[[ INPUT FOR THIS TASK open ]]
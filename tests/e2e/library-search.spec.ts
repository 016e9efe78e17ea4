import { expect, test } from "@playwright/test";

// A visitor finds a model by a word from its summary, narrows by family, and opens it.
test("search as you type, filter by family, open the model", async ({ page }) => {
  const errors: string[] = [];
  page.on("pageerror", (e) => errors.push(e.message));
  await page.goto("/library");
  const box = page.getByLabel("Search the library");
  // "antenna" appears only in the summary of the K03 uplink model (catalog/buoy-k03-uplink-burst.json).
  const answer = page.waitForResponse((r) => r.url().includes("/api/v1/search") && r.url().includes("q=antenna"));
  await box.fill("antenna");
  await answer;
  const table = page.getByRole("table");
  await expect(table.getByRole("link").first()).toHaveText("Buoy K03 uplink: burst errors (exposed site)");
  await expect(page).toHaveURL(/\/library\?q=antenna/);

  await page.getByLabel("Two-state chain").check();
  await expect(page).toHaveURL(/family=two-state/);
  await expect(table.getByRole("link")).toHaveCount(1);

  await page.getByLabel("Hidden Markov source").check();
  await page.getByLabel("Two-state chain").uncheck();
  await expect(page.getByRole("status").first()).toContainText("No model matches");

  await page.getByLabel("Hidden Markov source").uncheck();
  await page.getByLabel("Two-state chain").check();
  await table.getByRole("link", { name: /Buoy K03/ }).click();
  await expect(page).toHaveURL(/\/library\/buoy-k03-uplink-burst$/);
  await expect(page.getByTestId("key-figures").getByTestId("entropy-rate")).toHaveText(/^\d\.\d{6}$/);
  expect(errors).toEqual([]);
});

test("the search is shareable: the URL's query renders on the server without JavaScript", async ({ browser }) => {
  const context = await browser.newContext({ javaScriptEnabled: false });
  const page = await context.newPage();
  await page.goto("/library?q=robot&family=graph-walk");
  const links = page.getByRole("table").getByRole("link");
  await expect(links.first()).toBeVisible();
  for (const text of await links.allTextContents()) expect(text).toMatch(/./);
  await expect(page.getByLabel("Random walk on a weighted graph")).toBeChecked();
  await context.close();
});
[[ INPUT FOR THIS TASK closed ]]
[[ INPUT FOR THIS TASK open ]]
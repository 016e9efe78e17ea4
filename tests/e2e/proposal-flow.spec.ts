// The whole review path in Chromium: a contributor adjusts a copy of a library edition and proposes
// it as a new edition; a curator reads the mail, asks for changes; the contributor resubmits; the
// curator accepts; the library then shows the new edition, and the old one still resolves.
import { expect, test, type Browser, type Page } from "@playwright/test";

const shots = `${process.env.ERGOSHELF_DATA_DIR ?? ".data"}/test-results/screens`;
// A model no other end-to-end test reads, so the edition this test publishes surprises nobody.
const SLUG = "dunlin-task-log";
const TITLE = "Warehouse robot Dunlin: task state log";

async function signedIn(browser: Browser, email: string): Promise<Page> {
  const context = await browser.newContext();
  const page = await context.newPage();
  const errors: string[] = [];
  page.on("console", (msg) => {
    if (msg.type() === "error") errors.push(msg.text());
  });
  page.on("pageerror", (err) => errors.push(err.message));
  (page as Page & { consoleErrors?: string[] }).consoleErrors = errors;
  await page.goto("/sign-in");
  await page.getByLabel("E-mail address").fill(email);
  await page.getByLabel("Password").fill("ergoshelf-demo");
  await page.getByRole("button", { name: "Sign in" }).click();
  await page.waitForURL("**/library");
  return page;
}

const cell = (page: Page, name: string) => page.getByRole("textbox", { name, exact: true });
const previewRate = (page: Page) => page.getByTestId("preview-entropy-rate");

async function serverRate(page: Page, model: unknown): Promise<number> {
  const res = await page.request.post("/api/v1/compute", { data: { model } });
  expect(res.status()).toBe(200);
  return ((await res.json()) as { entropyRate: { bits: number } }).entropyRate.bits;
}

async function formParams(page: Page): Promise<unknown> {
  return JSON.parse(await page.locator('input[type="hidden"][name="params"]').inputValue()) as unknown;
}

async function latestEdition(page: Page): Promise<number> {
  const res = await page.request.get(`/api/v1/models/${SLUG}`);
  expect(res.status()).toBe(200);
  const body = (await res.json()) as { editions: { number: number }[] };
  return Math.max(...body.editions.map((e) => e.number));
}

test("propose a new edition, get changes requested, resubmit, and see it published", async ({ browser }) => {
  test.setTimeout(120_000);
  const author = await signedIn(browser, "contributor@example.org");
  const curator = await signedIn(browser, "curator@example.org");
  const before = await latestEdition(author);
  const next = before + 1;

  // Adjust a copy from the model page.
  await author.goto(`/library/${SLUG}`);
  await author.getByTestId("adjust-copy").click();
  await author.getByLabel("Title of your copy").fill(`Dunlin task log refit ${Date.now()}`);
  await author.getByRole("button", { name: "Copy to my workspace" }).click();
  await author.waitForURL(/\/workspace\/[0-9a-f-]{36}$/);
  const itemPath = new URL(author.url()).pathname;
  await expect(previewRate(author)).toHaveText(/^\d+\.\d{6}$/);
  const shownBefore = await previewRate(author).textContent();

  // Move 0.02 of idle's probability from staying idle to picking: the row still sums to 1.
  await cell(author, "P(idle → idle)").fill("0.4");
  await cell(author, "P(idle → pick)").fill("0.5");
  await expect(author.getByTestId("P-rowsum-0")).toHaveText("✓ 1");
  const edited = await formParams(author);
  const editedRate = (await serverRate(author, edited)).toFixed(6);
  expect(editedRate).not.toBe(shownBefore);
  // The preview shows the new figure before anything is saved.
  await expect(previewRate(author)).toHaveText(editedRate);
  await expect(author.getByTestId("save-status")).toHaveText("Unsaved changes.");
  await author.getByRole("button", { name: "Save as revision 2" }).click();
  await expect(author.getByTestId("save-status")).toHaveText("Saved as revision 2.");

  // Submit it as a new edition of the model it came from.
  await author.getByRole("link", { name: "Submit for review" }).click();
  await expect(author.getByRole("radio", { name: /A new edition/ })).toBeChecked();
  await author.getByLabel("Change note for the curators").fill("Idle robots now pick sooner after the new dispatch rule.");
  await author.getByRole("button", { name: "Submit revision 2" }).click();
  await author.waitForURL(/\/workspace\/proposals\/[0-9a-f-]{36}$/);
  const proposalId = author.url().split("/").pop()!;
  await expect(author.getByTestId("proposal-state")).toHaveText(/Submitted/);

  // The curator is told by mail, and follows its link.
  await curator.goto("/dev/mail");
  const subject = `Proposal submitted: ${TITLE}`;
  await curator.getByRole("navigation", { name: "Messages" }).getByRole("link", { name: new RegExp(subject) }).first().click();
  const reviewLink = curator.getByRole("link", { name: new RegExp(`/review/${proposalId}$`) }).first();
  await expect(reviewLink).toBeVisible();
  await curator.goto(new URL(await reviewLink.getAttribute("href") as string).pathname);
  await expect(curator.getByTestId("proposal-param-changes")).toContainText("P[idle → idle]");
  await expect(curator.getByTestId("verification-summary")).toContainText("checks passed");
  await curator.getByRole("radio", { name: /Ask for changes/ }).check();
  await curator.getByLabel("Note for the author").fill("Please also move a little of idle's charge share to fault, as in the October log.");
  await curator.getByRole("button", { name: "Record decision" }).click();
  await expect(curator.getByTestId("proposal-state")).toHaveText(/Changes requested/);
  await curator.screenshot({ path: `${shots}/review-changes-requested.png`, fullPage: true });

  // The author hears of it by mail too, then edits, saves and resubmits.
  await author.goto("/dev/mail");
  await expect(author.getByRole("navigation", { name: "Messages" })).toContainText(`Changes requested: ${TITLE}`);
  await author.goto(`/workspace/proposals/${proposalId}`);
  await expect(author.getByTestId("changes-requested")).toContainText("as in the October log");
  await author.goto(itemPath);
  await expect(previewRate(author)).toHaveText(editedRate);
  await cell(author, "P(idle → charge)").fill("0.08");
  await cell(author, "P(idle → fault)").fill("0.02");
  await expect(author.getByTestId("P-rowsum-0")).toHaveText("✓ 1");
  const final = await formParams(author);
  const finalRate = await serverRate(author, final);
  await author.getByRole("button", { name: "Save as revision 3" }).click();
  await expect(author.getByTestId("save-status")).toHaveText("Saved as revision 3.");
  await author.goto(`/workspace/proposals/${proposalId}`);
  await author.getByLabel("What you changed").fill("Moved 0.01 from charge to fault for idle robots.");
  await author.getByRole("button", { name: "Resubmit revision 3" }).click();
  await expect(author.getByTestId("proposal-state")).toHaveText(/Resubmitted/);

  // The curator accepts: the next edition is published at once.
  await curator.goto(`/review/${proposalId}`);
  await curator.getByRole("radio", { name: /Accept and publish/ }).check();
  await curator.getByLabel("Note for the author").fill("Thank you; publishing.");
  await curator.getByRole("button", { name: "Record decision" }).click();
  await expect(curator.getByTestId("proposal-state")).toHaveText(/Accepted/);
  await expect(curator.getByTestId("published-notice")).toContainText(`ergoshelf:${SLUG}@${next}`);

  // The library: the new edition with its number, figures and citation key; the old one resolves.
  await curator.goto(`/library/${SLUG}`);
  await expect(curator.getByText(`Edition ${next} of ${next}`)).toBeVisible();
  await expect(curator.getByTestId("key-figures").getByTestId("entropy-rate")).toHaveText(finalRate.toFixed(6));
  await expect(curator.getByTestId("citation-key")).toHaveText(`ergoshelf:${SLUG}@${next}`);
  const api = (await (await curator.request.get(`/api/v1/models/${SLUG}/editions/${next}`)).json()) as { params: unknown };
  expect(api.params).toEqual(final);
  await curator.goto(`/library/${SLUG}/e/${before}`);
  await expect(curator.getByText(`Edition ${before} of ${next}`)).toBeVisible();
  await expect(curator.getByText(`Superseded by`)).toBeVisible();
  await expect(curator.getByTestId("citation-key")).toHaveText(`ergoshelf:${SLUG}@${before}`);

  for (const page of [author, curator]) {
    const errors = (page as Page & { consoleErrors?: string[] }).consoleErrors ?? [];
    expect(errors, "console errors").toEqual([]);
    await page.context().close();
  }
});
[[ INPUT FOR THIS TASK closed ]]
[[ INPUT FOR THIS TASK open ]]
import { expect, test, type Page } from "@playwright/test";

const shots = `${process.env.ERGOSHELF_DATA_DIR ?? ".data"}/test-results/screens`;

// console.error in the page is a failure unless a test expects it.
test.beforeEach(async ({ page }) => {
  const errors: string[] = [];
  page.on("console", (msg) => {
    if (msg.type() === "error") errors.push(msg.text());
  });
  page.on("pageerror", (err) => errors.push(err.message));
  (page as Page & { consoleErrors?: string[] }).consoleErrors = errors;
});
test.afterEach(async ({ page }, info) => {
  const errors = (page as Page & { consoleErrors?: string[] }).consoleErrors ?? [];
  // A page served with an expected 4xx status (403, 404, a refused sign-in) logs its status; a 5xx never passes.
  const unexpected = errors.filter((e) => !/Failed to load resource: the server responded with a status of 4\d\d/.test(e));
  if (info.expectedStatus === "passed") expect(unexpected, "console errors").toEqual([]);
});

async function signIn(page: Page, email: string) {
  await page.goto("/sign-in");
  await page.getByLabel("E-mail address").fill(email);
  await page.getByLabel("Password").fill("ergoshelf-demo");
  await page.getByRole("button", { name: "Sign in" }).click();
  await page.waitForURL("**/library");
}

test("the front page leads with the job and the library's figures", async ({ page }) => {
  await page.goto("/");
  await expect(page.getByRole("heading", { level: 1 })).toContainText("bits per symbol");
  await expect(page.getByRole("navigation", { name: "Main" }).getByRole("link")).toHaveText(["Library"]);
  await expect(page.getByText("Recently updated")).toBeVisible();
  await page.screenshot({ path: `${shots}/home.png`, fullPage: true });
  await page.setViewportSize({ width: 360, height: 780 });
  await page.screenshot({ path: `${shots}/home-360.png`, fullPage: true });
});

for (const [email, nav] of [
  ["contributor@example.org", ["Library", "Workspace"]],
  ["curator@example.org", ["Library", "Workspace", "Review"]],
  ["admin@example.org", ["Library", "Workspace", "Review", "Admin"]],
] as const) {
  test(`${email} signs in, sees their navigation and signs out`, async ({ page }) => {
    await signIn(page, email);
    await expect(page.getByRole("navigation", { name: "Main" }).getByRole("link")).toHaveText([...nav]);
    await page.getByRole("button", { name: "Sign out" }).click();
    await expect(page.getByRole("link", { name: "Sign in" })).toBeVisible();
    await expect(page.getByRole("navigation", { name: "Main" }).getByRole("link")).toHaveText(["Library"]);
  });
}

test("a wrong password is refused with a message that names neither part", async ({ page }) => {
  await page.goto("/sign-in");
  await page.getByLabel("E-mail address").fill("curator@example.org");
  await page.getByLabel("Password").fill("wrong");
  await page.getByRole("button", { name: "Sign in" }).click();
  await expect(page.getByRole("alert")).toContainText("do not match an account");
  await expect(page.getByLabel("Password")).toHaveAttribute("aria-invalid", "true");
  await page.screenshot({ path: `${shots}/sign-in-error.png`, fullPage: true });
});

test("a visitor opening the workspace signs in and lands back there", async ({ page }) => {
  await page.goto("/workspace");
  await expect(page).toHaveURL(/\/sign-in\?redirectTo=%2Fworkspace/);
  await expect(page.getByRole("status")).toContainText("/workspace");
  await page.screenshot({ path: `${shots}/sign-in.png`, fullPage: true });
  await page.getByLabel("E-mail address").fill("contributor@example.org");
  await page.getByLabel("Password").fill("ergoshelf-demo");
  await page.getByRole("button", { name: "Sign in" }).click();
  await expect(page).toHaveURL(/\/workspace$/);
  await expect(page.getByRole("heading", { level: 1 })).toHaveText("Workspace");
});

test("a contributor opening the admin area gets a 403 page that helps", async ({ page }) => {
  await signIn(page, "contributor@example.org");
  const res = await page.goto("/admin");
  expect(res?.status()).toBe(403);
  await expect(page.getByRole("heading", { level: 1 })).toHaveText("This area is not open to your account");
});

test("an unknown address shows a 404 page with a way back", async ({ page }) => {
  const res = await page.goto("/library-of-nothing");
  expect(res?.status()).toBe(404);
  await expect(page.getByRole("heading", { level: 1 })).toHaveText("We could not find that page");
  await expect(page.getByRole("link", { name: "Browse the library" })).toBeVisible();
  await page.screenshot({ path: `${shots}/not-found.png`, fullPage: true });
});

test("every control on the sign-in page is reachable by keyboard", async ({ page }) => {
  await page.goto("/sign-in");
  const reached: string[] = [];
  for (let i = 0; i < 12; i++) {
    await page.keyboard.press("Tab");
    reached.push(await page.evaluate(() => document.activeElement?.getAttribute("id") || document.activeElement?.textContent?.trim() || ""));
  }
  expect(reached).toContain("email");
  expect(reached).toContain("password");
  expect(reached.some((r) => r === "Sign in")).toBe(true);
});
[[ INPUT FOR THIS TASK closed ]]
Check the listing for the word "October". Show each line that has it.

  await curator.getByLabel("Note for the author").fill("Please also move a little of idle's charge share to fault, as in the October log.");
  await expect(author.getByTestId("changes-requested")).toContainText("as in the October log");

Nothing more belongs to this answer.